China plans to slap tariffs on U.S. natural gas exports as trade tensions escalate, a likely setback for the burgeoning energy relationship between the world’s two largest economies.
The Asian nation said in a statement Tuesday it would levy a 10 percent duty on liquefied natural gas starting Sept. 24, retaliation for a fresh round of tariffs announced the day before by the U.S.
China’s move signals how much pain Presidents Xi Jinping and Donald Trump are willing to endure not to back down from a trade fight. Trump risks stifling the U.S. gas export industry, which is seeking about $130 billion to fund more than a dozen projects, while Xi threatens to raise the cost of his drive to eliminate smog by burning less coal.
“Chinese companies will have an aversion to investing in U.S. LNG projects in the short term” if tariffs are imposed, Saul Kavonic, Credit Suisse Group AG’s director of Asia energy research, said before China’s announcement. “Australia and Qatar’s LNG sectors will benefit from being seen as a lower-risk source of supply by customers in the world’s fastest growing LNG market, at least over the near term.”
Booming Demand
China’s push to use more natural gas is driving global demand growth, with LNG imports jumping 47 percent in the first seven months of the year. Though it’s the third-largest buyer of U.S. cargoes, American supply made up a little less than 6 percent of purchases over that period, according to Sanford C. Bernstein & Co. If U.S. companies can seize 20 percent of the market by 2030, it could lower the trade deficit with China by $50 billion, Bernstein estimates.

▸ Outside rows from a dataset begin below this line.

static const published sequences[] = {
    {"C1 OEIS A000108 (Catalan), from memory", "m2", false, 1, 1, "1 1 2 5 14 42 132 429"},
    {"C2 OEIS A001764 (Fuss-Catalan), from memory", "m3", false, 1, 2, "1 1 3 12 55 273"},
    {"C2 OEIS A002293 (Fuss-Catalan), from memory", "m4", false, 1, 3, "1 1 4 22 140"},
    {"C3 OEIS A001002 (Etherington 1940, Motzkin 1948)", "m2m3", false, 1, 1,
     "1 1 3 10 38 154 654 2871 12925 59345"},
    {"C4 OEIS A001003 (little Schroeder), from memory; arity <= 8, so up to degree 8",
     "m2m3m4m5m6m7m8", false, 1, 1, "1 1 3 11 45 197 903 4279"},
    {"C5 OEIS A001190 (Wedderburn-Etherington)", "c2", false, 1, 1,
     "1 1 1 2 3 6 11 23 46 98 207 451 983 2179 4850 10905"},
    {"C5 OEIS A001190, signs do not count", "a2", false, 1, 1, "1 1 1 2 3 6 11 23 46 98"},
    {"C6 OEIS A000598", "c3", false, 1, 2, "1 1 1 2 4 8 17 39 89 211 507 1238 3057"},
    {"C6 OEIS A000598, signs do not count", "a3", false, 1, 2, "1 1 1 2 4 8 17 39 89"},
    {"C7 OEIS A036718", "c4", false, 1, 3, "1 1 1 2 4 9 19 45 106 260 643 1624 4138"},
    {"C8 OEIS A036721", "c5", false, 1, 4, "1 1 1 2 4 9 20 47 112 277 693 1766 4547"},
    {"C9 OEIS A268172", "c2c3", false, 1, 1,
     "1 1 2 4 9 23 58 156 426 1194 3393 9802 28601 84347 250732 750908"},
    {"C9 OEIS A268172, signs do not count", "a3a2", false, 1, 1, "1 1 2 4 9 23 58 156 426 1194"},
    {"C10 OEIS A226909", "c2c2", false, 1, 1, "1 2 4 14 44 164 616 2450 9908 41116 173144 739884"},
    {"C12 OEIS A000669 (series-reduced trees); arity <= 8, so up to degree 8", "c2c3c4c5c6c7c8",
     false, 1, 1, "1 1 2 5 12 33 90 261"},
    {"C14 OEIS A001147 (double factorials)", "c2", true, 1, 1,
     "1 1 3 15 105 945 10395 135135 2027025"},
    {"C15 OEIS A025035", "c3", true, 1, 2, "1 1 10 280 15400 1401400"},
    {"C15 OEIS A025036", "c4", true, 1, 3, "1 1 35 5775 2627625"},
    {"C15 OEIS A060540, column 5", "c5", true, 1, 4, "1 1 126 126126"},
    {"C16 OEIS A268163", "c2c3", true, 1, 1,
     "1 1 4 25 220 2485 34300 559405 10525900 224449225 5348843500 140880765025"},
    {"C16 OEIS A268163, signs do not count", "a2c3", true, 1, 1, "1 1 4 25 220 2485 34300"},
    {"C17 OEIS A000311 (Schroeder's fourth problem); arity <= 8, so up to degree 8",
     "c2c3c4c5c6c7c8", true, 1, 1, "1 1 4 26 236 2752 39208 660032"},
};

START_TEST(test_published)
{
    const published *sequence = &sequences[_i];
    const char *at = sequence->values;
    ids_ctx *ctx = test_ctx();
    ids_counts *counts = make_counts(ctx, sequence->codes, 64);
    uint32_t degree = 1;
    mpz_t got;

    mpz_init(got);
    for (uint32_t next = sequence->first; *at != '\0'; next += sequence->step) {
        for (; degree <= next; degree++) {
            uint64_t want = 0;

            if (degree == next) {
                char *end = NULL;

                want = strtoull(at, &end, 10);
                at = end;
            }
            if (sequence->labelled) {
                get_monomials(counts, degree, got);
            } else {
                get_types(counts, degree, got);
            }
            ck_assert_msg(mpz_cmp_ui(got, want) == 0, "%s: degree %u gives %s", sequence->source,
                          degree, mpz_get_str(NULL, 10, got));
        }
    }
    mpz_clear(got);
    ids_counts_free(counts);
    test_ctx_free(ctx);
}
END_TEST

/* ---- closed formulas in high degrees ------------------------------------------------------- */

/* Plane trees with `nodes` k-ary nodes: binom(k nodes, nodes) / ((k-1) nodes + 1). Source: C1,
 * C2 (Catalan, Fuss-Catalan), from memory. Monomials: times degree!. */
START_TEST(test_fuss_catalan)
{
    static const char *const codes[] = {"m2", "m3", "m5", "m8"};
    uint32_t k = (uint32_t)(codes[_i][1] - '0');
    ids_ctx *ctx = test_ctx();
    ids_counts *counts = make_counts(ctx, codes[_i], 701);
    mpz_t want, got;

    mpz_inits(want, got, NULL);
    for (uint32_t nodes = 0; nodes * (k - 1) + 1 <= 701; nodes++) {
        uint32_t degree = nodes * (k - 1) + 1;

        mpz_bin_uiui(want, k * nodes, nodes);
        mpz_divexact_ui(want, want, degree);
        get_types(counts, degree, got);
        ck_assert(mpz_cmp(want, got) == 0);
        get_monomials(counts, degree, got);
        for (uint32_t i = 2; i <= degree; i++) {
            mpz_mul_ui(want, want, i);
        }
        ck_assert(mpz_cmp(want, got) == 0);
    }
    mpz_clears(want, got, NULL);
    ids_counts_free(counts);
    test_ctx_free(ctx);
}
END_TEST

/* C10: r commutative binary operations have r^(n-1) (2n-3)!! monomials; r = 1 is C14. */
START_TEST(test_double_factorials)
{
    static const char *const codes[] = {"c2", "c2c2", "a2c2a2"};
    ids_ctx *ctx = test_ctx();
    ids_counts *counts = make_counts(ctx, codes[_i], 1000);
    mpz_t want, got;

    mpz_inits(want, got, NULL);
    mpz_set_ui(want, 1);
    for (uint32_t n = 1; n <= 1000; n++) {
        if (n >= 2) {
            mpz_mul_ui(want, want, (2 * n - 3) * ((uint32_t)_i + 1));
        }
        get_monomials(counts, n, got);
        ck_assert(mpz_cmp(want, got) == 0);
    }
    mpz_clears(want, got, NULL);
    ids_counts_free(counts);
    test_ctx_free(ctx);
}
END_TEST

/* C15, OEIS A060540: (kN)! / (N! k!^N) monomials of degree (k-1)N + 1. */
START_TEST(test_set_partitions)
{
    static const char *const codes[] = {"c3", "c4", "c6", "c8"};
    uint32_t k = (uint32_t)(codes[_i][1] - '0');
    ids_ctx *ctx = test_ctx();
    ids_counts *counts = make_counts(ctx, codes[_i], 500);
    mpz_t want, got, factor;

    mpz_inits(want, got, factor, NULL);
    for (uint32_t nodes = 0; nodes * (k - 1) + 1 <= 500; nodes++) {
        mpz_fac_ui(want, k * nodes);
        mpz_fac_ui(factor, nodes);
        mpz_divexact(want, want, factor);
        mpz_fac_ui(factor, k);
        mpz_pow_ui(factor, factor, nodes);
        mpz_divexact(want, want, factor);
        get_monomials(counts, nodes * (k - 1) + 1, got);
        ck_assert(mpz_cmp(want, got) == 0);
    }
    mpz_clears(want, got, factor, NULL);
    ids_counts_free(counts);
    test_ctx_free(ctx);
}
END_TEST

/* C16, OEIS A268163: 11 a(n) = (24n-36) a(n-1) + (3n-5)(3n-7) a(n-2) for n > 2. */
START_TEST(test_recurrence)
{
    ids_ctx *ctx = test_ctx();
    ids_counts *counts = make_counts(ctx, "c2c3", 1000);
    mpz_t before, last, got, want;

    mpz_inits(before, last, got, want, NULL);
    get_monomials(counts, 1, before);
    get_monomials(counts, 2, last);
    for (uint32_t n = 3; n <= 1000; n++) {
        mpz_mul_ui(want, last, 24 * n - 36);
        mpz_addmul_ui(want, before, (3 * n - 5) * (3 * n - 7));
        get_monomials(counts, n, got);
        mpz_swap(before, last);
        mpz_set(last, got);
        mpz_mul_ui(got, got, 11);
        ck_assert_msg(mpz_cmp(got, want) == 0, "degree %u", n);
    }
    mpz_clears(before, last, got, want, NULL);
    ids_counts_free(counts);
    test_ctx_free(ctx);
}
END_TEST

/* ---- split by operation -------------------------------------------------------------------- */

/*
 * Degree 4 of a commutative binary and a commutative ternary operation: [[ab]c]d and [ab][cd]
 * with three binary nodes, [[ab]cd] and [abc]d with one of each; automorphism orders 2, 8 and
 * 4, 6 give 12 + 3 and 6 + 4 monomials. Source: the list of 25 in OEIS A268163.
 */
START_TEST(test_split_degree_4)
{
    static const uint32_t want[2][4] = {{1, 1, 2, 10}, {3, 0, 2, 15}};
    ids_ctx *ctx = test_ctx();
    ids_signature *signature = make_signature(ctx, "c2c3");
    ids_count_split *split = NULL;
    mpz_t types, monomials;

    mpz_inits(types, monomials, NULL);
    TEST_OK(ctx, ids_count_split_create(ctx, signature, 4, &split));
    ck_assert_uint_eq(ids_count_split_rows(split), 2);
    for (uint64_t row = 0; row < 2; row++) {
        uint32_t uses[2] = {0};

        TEST_OK(ctx, ids_count_split_uses(split, row, uses, 2));
        TEST_OK(ctx, ids_count_split_types(split, row, types));
        TEST_OK(ctx, ids_count_split_monomials(split, row, monomials));
        ck_assert_uint_eq(uses[0], want[row][0]);
        ck_assert_uint_eq(uses[1], want[row][1]);
        ck_assert(mpz_cmp_ui(types, want[row][2]) == 0);
        ck_assert(mpz_cmp_ui(monomials, want[row][3]) == 0);
    }
    mpz_clears(types, monomials, NULL);
    ids_count_split_free(split);
    ids_signature_free(signature);
    test_ctx_free(ctx);
}
END_TEST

Higher oil prices and a surge in LNG demand have reignited interest in export ventures, with about 15 U.S. projects targeting final investment decision this year and next, the most of any nation, according to Bloomberg NEF. Projects have been seeking investments or off-take agreements from China, which earlier this year topped Japan as the world’s biggest gas importer.
On Monday, Cheniere Energy Inc., America’s first and biggest shipper of shale gas, struck a 15-year agreement to sell the fuel to commodities trader Vitol Group. The pact is Cheniere’s fifth this year. Venture Global LNG Inc., which is developing a terminal in Louisiana, has finalized four such contracts over that period.
Liquefied Natural Gas Ltd., which has yet to make a final investment decision of the $4.35 billion Magnolia LNG project in Louisiana, expects Chinese buyers will wait for uncertainty on tariffs to be removed before signing contracts, Chief Executive Officer Greg Vesey said Monday at an industry conference in Barcelona.
“It is hard to see any of these hopeful projects getting another Chinese buyer signed up for long-term volumes” if China slaps tariffs on U.S. gas, Trevor Sikorski, an analyst at Energy Aspects Ltd., said before Tuesday’s announcement. “Given China is a huge part of global LNG demand growth, that is a big headwind for these new projects.”
Exporting nations such as Australia and Qatar could benefit from the trade tensions, according to Xizhou Zhou, an analyst at IHS Markit.
“You have two important parties in the LNG market—one is a very important large buyer, one is an important large supplier—less likely to negotiate with each other,” he said by phone. “So Qataris, Australians will have less competition when it comes to the Chinese market for long-term contracts. ”
The vessel GasLog Greece, which left Cheniere’s liquefied natural gas export terminal in Louisiana on Aug. 15 en route to China, changed its destination mid-journey to South Korea. It was one of at least two U.S. LNG shipments heading for China during the past month. The other ship, Rioja Knutsen, arrived Sept. 3 at Tianjin.